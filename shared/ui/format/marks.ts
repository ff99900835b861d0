/** The no-break space between a number and its unit. */
export const NBSP = '\u00a0';
/** The true minus sign. */
export const MINUS = '\u2212';
/** The dash of a band. */
export const EN_DASH = '\u2013';

/** What changes with the language of the device; the words of the screens stay English. */
export interface LocaleMarks {
  decimal: '.' | ',';
  /** The clock runs to 12 and says am or pm. */
  hour12: boolean;
}

export const pointMarks: LocaleMarks = { decimal: '.', hour12: false };

/**
 * The decimal mark and clock of a language tag ('de-CH', 'en-GB').
 *
 * An unknown or broken tag gives the point and 24 hours.
 */
export function marksOf(languageTag: string): LocaleMarks {
  try {
    const decimal = new Intl.NumberFormat(languageTag)
      .formatToParts(1.5)
      .find((part) => part.type === 'decimal')?.value;
    const clock = new Intl.DateTimeFormat(languageTag, { hour: 'numeric' }).resolvedOptions();
    return { decimal: decimal === ',' ? ',' : '.', hour12: clock.hour12 === true };
  } catch {
    return pointMarks;
  }
}
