/** Look-ins that nobody can do: R-1 runs from 10:00 and asks for one each hour, R-2 is clipped on at 13:00. */
import { afterEach, beforeEach, describe, expect, it } from 'vitest';
import type { StaffingInput } from '@/shared/contract/staffing';
import { bytesOf } from '@/tests/support/bytes';
import { readPdf } from '@/tests/support/pdf';
import { hour, makeBench, running, type Bench } from '../charges/bench';
import { clock, hoursOf, onlyTwoWork, planOf, queued, timeOf } from './day';

const away = { daysOff: [{ from: '2026-06-09', to: '2026-06-09', note: null }] };
const first = (name: string): string => name.split(' ')[0]!;

describe('a look-in that nobody can do', () => {
  let bench: Bench;
  let chargeId: string;
  const technician = () => bench.server.own.people.technician;
  const foreman = () => bench.server.own.people.foreman;
  const ofTechnician = (change: Partial<StaffingInput>) => hoursOf(bench, technician().id, change);
  /** Of R-1 those from 11:00 on: when, whose, why nobody's. */
  const lookIns = async (count: number) =>
    (await planOf(bench)).charges
      .find(({ card }) => card.id === chargeId)!
      .lookIns.slice(0, count)
      .map(({ dueAt, person, nobody }) => [timeOf(dueAt), person?.id ?? null, nobody]);

  beforeEach(async () => {
    bench = await makeBench();
    await onlyTwoWork(bench);
    await hoursOf(bench, foreman().id, away);
    const spareId = await bench.spare('S-1', [3.7, 3.7]);
    chargeId = (await running(bench, { spareId, repairRef: 'R-1' }, { channel: 'A1' })).id;
    await queued(bench, { spareId: await bench.spare('S-2'), repairRef: 'R-2' }, 'B1', clock('13:00'));
  });
  afterEach(() => bench.server.close());

  it('in the only one’s break says until when that is, and while they clip on says at what and until when', async () => {
    await ofTechnician({ breaks: [{ from: '11:50', to: '12:30' }] });
    const name = first(technician().name);
    expect(await lookIns(3)).toEqual([
      ['11:00', technician().id, null],
      ['12:00', null, { kind: 'away', because: `${name} has a break until 12:30.` }],
      ['13:00', null, { kind: 'busy', because: `${name} clips on R-2 until 13:05. Nobody else is there.` }],
    ]);
  });

  it('that begins before the only one comes, or ends after they have left, says so', async () => {
    const hours = (from: string, to: string) => ({ hours: Array.from({ length: 7 }, () => ({ from, to })) });
    const name = first(technician().name);
    await ofTechnician(hours('08:00', '11:02'));
    expect(await lookIns(1)).toEqual([['11:00', null, { kind: 'away', because: `${name} is there until 11:02.` }]]);
    await ofTechnician(hours('11:03', '17:00'));
    expect(await lookIns(1)).toEqual([['11:00', null, { kind: 'away', because: `${name} is there from 11:03.` }]]);
  });

  it('on a day off of both names both, and where nobody has hours at all says that', async () => {
    await ofTechnician(away);
    const nobody = (await lookIns(1))[0]![2];
    const names = [foreman().name, technician().name].map(first).sort();
    expect(nobody).toEqual({ kind: 'away', because: `${names.join(' and ')} have the day off.` });
    const none = { hours: Array.from({ length: 7 }, () => null) };
    await ofTechnician(none);
    await hoursOf(bench, foreman().id, none);
    expect((await lookIns(1))[0]![2]).toEqual({ kind: 'away', because: 'Nobody has working hours then.' });
  });

  it('after the workshop’s hours says that it is closed, and so does the day sheet', async () => {
    bench.server.clock.set(Date.parse(clock('10:00')) + 6.9 * hour);
    const spareId = await bench.spare('S-3', [3.7, 3.7]);
    const late = await queued(bench, { spareId, repairRef: 'R-3' }, 'B1', clock('16:58'));
    const charge = (await planOf(bench)).charges.find(({ card }) => card.id === late.id)!;
    expect(charge.lookIns[0]).toMatchObject({
      person: null,
      nobody: { kind: 'away', because: 'The workshop is closed then.' },
    });
    const { bytes } = await bytesOf(bench.as('foreman').get('/api/bench-plan/day-sheet.pdf'));
    const text = (await readPdf(bytes))
      .map((page) => page.text)
      .join(' ')
      .replace(/\s+/g, ' ');
    expect(text).toContain(
      `R-3: Nobody can look in at ${timeOf(charge.lookIns[0]!.dueAt)}. The workshop is closed then.`,
    );
  });
});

— What you have to do —
Would you set down all the lines above, exactly and in full?

— Reply —
filename shared/ui/format/marks.ts
repository ff99900835b861d0
/** The no-break space between a number and its unit. */
export const NBSP = '\u00a0';
/** The true minus sign. */
export const MINUS = '\u2212';
/** The dash of a band. */
export const EN_DASH = '\u2013';

/** What changes with the language of the device; the words of the screens stay English. */
export interface LocaleMarks {
  decimal: '.' | ',';
  /** The clock runs to 12 and says am or pm. */
  hour12: boolean;
}

export const pointMarks: LocaleMarks = { decimal: '.', hour12: false };

/**
 * The decimal mark and clock of a language tag ('de-CH', 'en-GB').
 *
 * An unknown or broken tag gives the point and 24 hours.
 */
export function marksOf(languageTag: string): LocaleMarks {
  try {
    const decimal = new Intl.NumberFormat(languageTag)
      .formatToParts(1.5)
      .find((part) => part.type === 'decimal')?.value;
    const clock = new Intl.DateTimeFormat(languageTag, { hour: 'numeric' }).resolvedOptions();
    return { decimal: decimal === ',' ? ',' : '.', hour12: clock.hour12 === true };
  } catch {
    return pointMarks;
  }
}
/** Look-ins that nobody can do: R-1 runs from 10:00 and asks for one each hour, R-2 is clipped on at 13:00. */
import { afterEach, beforeEach, describe, expect, it } from 'vitest';
import type { StaffingInput } from '@/shared/contract/staffing';
import { bytesOf } from '@/tests/support/bytes';
import { readPdf } from '@/tests/support/pdf';
import { hour, makeBench, running, type Bench } from '../charges/bench';
import { clock, hoursOf, onlyTwoWork, planOf, queued, timeOf } from './day';

const away = { daysOff: [{ from: '2026-06-09', to: '2026-06-09', note: null }] };
const first = (name: string): string => name.split(' ')[0]!;

describe('a look-in that nobody can do', () => {
  let bench: Bench;
  let chargeId: string;
  const technician = () => bench.server.own.people.technician;
  const foreman = () => bench.server.own.people.foreman;
  const ofTechnician = (change: Partial<StaffingInput>) => hoursOf(bench, technician().id, change);
  /** Of R-1 those from 11:00 on: when, whose, why nobody's. */
  const lookIns = async (count: number) =>
    (await planOf(bench)).charges
      .find(({ card }) => card.id === chargeId)!
      .lookIns.slice(0, count)
      .map(({ dueAt, person, nobody }) => [timeOf(dueAt), person?.id ?? null, nobody]);

  beforeEach(async () => {
    bench = await makeBench();
    await onlyTwoWork(bench);
    await hoursOf(bench, foreman().id, away);
    const spareId = await bench.spare('S-1', [3.7, 3.7]);
    chargeId = (await running(bench, { spareId, repairRef: 'R-1' }, { channel: 'A1' })).id;
    await queued(bench, { spareId: await bench.spare('S-2'), repairRef: 'R-2' }, 'B1', clock('13:00'));
  });
  afterEach(() => bench.server.close());

  it('in the only one’s break says until when that is, and while they clip on says at what and until when', async () => {
    await ofTechnician({ breaks: [{ from: '11:50', to: '12:30' }] });
    const name = first(technician().name);
    expect(await lookIns(3)).toEqual([
      ['11:00', technician().id, null],
      ['12:00', null, { kind: 'away', because: `${name} has a break until 12:30.` }],
      ['13:00', null, { kind: 'busy', because: `${name} clips on R-2 until 13:05. Nobody else is there.` }],
    ]);
  });

  it('that begins before the only one comes, or ends after they have left, says so', async () => {
    const hours = (from: string, to: string) => ({ hours: Array.from({ length: 7 }, () => ({ from, to })) });
    const name = first(technician().name);
    await ofTechnician(hours('08:00', '11:02'));
    expect(await lookIns(1)).toEqual([['11:00', null, { kind: 'away', because: `${name} is there until 11:02.` }]]);
    await ofTechnician(hours('11:03', '17:00'));
    expect(await lookIns(1)).toEqual([['11:00', null, { kind: 'away', because: `${name} is there from 11:03.` }]]);
  });

  it('on a day off of both names both, and where nobody has hours at all says that', async () => {
    await ofTechnician(away);
    const nobody = (await lookIns(1))[0]![2];
    const names = [foreman().name, technician().name].map(first).sort();
    expect(nobody).toEqual({ kind: 'away', because: `${names.join(' and ')} have the day off.` });
    const none = { hours: Array.from({ length: 7 }, () => null) };
    await ofTechnician(none);
    await hoursOf(bench, foreman().id, none);
    expect((await lookIns(1))[0]![2]).toEqual({ kind: 'away', because: 'Nobody has working hours then.' });
  });

  it('after the workshop’s hours says that it is closed, and so does the day sheet', async () => {
    bench.server.clock.set(Date.parse(clock('10:00')) + 6.9 * hour);
    const spareId = await bench.spare('S-3', [3.7, 3.7]);
    const late = await queued(bench, { spareId, repairRef: 'R-3' }, 'B1', clock('16:58'));
    const charge = (await planOf(bench)).charges.find(({ card }) => card.id === late.id)!;
    expect(charge.lookIns[0]).toMatchObject({
      person: null,
      nobody: { kind: 'away', because: 'The workshop is closed then.' },
    });
    const { bytes } = await bytesOf(bench.as('foreman').get('/api/bench-plan/day-sheet.pdf'));
    const text = (await readPdf(bytes))
      .map((page) => page.text)
      .join(' ')
      .replace(/\s+/g, ' ');
    expect(text).toContain(
      `R-3: Nobody can look in at ${timeOf(charge.lookIns[0]!.dueAt)}. The workshop is closed then.`,
    );
  });
});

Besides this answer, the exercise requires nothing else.